Lustigers 1998 erschienenes Werk »Stalin und die Juden« über das Jüdische Antifaschistische Komitee und die Juden in der Sowjetunion verdeutlicht dagegen auf nachdrückliche Weise, dass die sowjetischen Juden, die schon in den dreißiger Jahren während der Moskauer Prozesse immer wieder antisemitischen Anfeindungen ausgesetzt waren, sich nach dem Überfall auf die Sowjetunion an Stalins Seite stellen mussten. Ihnen wurden Hoffnungen gemacht auf einen eigenen Staat, denn auch Stalin wollte die Juden loswerden. Während des Krieges, als die Vernichtung im europäischen Teil der Sowjetunion am grausamsten ins Werk gesetzt wurde, kämpften auch hier sehr viele Juden, sei es als Partisanen, sei es in der Roten Armee, und gemessen an ihrem Bevölkerungsanteil waren sie auch hier überdurchschnittlich vertreten. Das Ende der Vernichtung und die Niederlage der Deutschen kam, die Befreiung der Juden blieb in der Sowjetunion jedoch aus. Nach 1945 setzte Stalin mehrere antisemitische Kampagnen in Gang, die den Zweck hatten, die Juden als Handelnde aus der Geschichte des Krieges zu streichen. Nach der Gründung Israels 1948 keimte Hoffnung für die sowjetischen Juden auf, als Golda Meir als erste israelische Botschafterin in Moskau von einer begeisterten Menge durch die Straßen getragen wurde. Doch was folgte, waren Hinrichtungen von Juden nach der sogenannten »Ärzteverschwörung« und dem Prozess gegen den tschechoslowakischen Kommunistenführer Rudolf Slansky in Prag.
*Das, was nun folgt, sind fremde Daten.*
#: The prior sensitivity's paragraph when it cannot be computed (it needs the comparison and the data: it
#: weighs the saved draws by the likelihood of the points).
NO_SENSITIVITY = re.compile(r"<p>The prior sensitivity of [^<]* could not be computed: [^<]*</p>")


def _report_files(run) -> dict[str, bytes]:
    return {f"{d}/{p.name}": p.read_bytes() for d in ("tables", "figures") for p in sorted((run / d).glob("*.csv"))}


def test_the_report_needs_neither_the_comparison_file_nor_the_data(fresh_run, no_engine):
    html = write_report(fresh_run).read_text()
    files = _report_files(fresh_run)
    (fresh_run.parent.parent / "demo.toml").unlink()
    (fresh_run.parent.parent / "observations.csv").unlink()
    again = write_report(fresh_run).read_text()
    assert NO_SENSITIVITY.search(again)
    assert NO_SENSITIVITY.sub("", again) == NO_SENSITIVITY.sub("", html)        # the same page otherwise
    assert _report_files(fresh_run) == files                                    # and the same tables
    assert f"<i>{QUESTION}</i>" in again
    leaves = pd.read_csv(fresh_run / "tables" / "leaf_estimates.csv", dtype=str)
    data = pd.DataFrame({"leaf": LEAVES, "taxon": TAXON, "campaign": CAMPAIGN})     # what the data file held
    pd.testing.assert_frame_equal(leaves[["leaf", "taxon", "campaign"]], data)


def test_a_folder_without_study_json_gives_the_same_report(fresh_run, no_engine):
    """A run folder of an earlier leafcv: the question and the groups from the input files
    (`leafcv.runfolder.legacy_study`), the parameter lines from the manifest's records."""
    html = write_report(fresh_run).read_text()
    files = _report_files(fresh_run)
    RunPaths(fresh_run).study.unlink()
    assert write_report(fresh_run).read_text() == html
    assert _report_files(fresh_run) == files
    (fresh_run.parent.parent / "demo.toml").unlink()                # and then says what it cannot show
    gone = write_report(fresh_run).read_text()
    assert "named in the manifest is not there: the question is not shown" in gone
    assert "Not grouped: the comparison file is not available, so the leaves&#x27; groups are unknown." in gone


def test_the_report_modules_leave_the_input_files_to_the_schema():
    """Besides the behaviour above, a look at the code: no module of the report imports a TOML reader or the
    readers of the input files, nor reads a CSV the way a user's data file is read; the study record comes through
    `leafcv.runfolder.read_study`."""
    import ast
    from pathlib import Path

    import leafcv.report as report

    folder = Path(report.__file__).parent
    imported: dict[str, set[str]] = {}
    for path in folder.glob("*.py"):
        names = set()
        for node in ast.walk(ast.parse(path.read_text())):
            if isinstance(node, ast.Import):
                names |= {a.name for a in node.names}
            elif isinstance(node, ast.ImportFrom):
                names |= {node.module or ""} | {a.name for a in node.names}
            elif isinstance(node, ast.keyword) and node.arg == "sep":
                names.add("a CSV read with a guessed delimiter")            # how a user's data file is read
        imported[path.name] = names
    forbidden = {"tomllib", "question_of", "legacy_study", "load_comparison", "load_dataset",
                 "a CSV read with a guessed delimiter"}
    assert {name: names & forbidden for name, names in imported.items() if names & forbidden} == {}
    assert "read_study" in imported["run.py"]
Die bereits geplante Deportation der Juden wurde nach Stalins Tod nicht mehr verwirklicht.
Mit der damals noch recht jungen Jungle World reisten wir Ende der Neunziger mit Lustiger durch einige deutsche Städte, um sein Buch vorzustellen und Werbung für die Zeitung zu machen. Damals wollte das Publikum eher rührselige Geschichten aus dem jüdischen Widerstand hören, garniert mit Partisanenliedern wie »Sag nie, du gehst den letzten Weg«. Der Historiker Lustiger verweigerte sich dem ebenso wie jedem anderen Angebot zur Identifikation. Die sein ganzes Werk durchziehende Intention zielt zum einen auf historische Gerechtigkeit – auf den wissenschaftlichen Nachweis, dass die Juden überproportional am Kampf gegen den Nationalsozialismus beteiligt waren – und zum anderen darauf, ohne dass er es ausgesprochen oder bewusst reflektiert hätte, die Vernichtung als jene Katastrophe darzustellen, als die sie sich für die Juden darstellte. Sein letztes, im vergangenen Jahr erschienenes Buch »Rettungs­widerstand« über nichtjüdische Judenretter vertieft diese Sichtweise auf die Vernichtung. Mit Arno Lustiger ist ein Historiker gestorben, dem es, um es mit Walter Benjamin zu sagen, nicht darum ging, »zu erkennen, wie es denn eigentlich gewesen ist«, sondern der versucht hat, »sich einer Erinnerung (zu) bemächtigen, wie sie im Augenblick einer Gefahr aufblitzt«.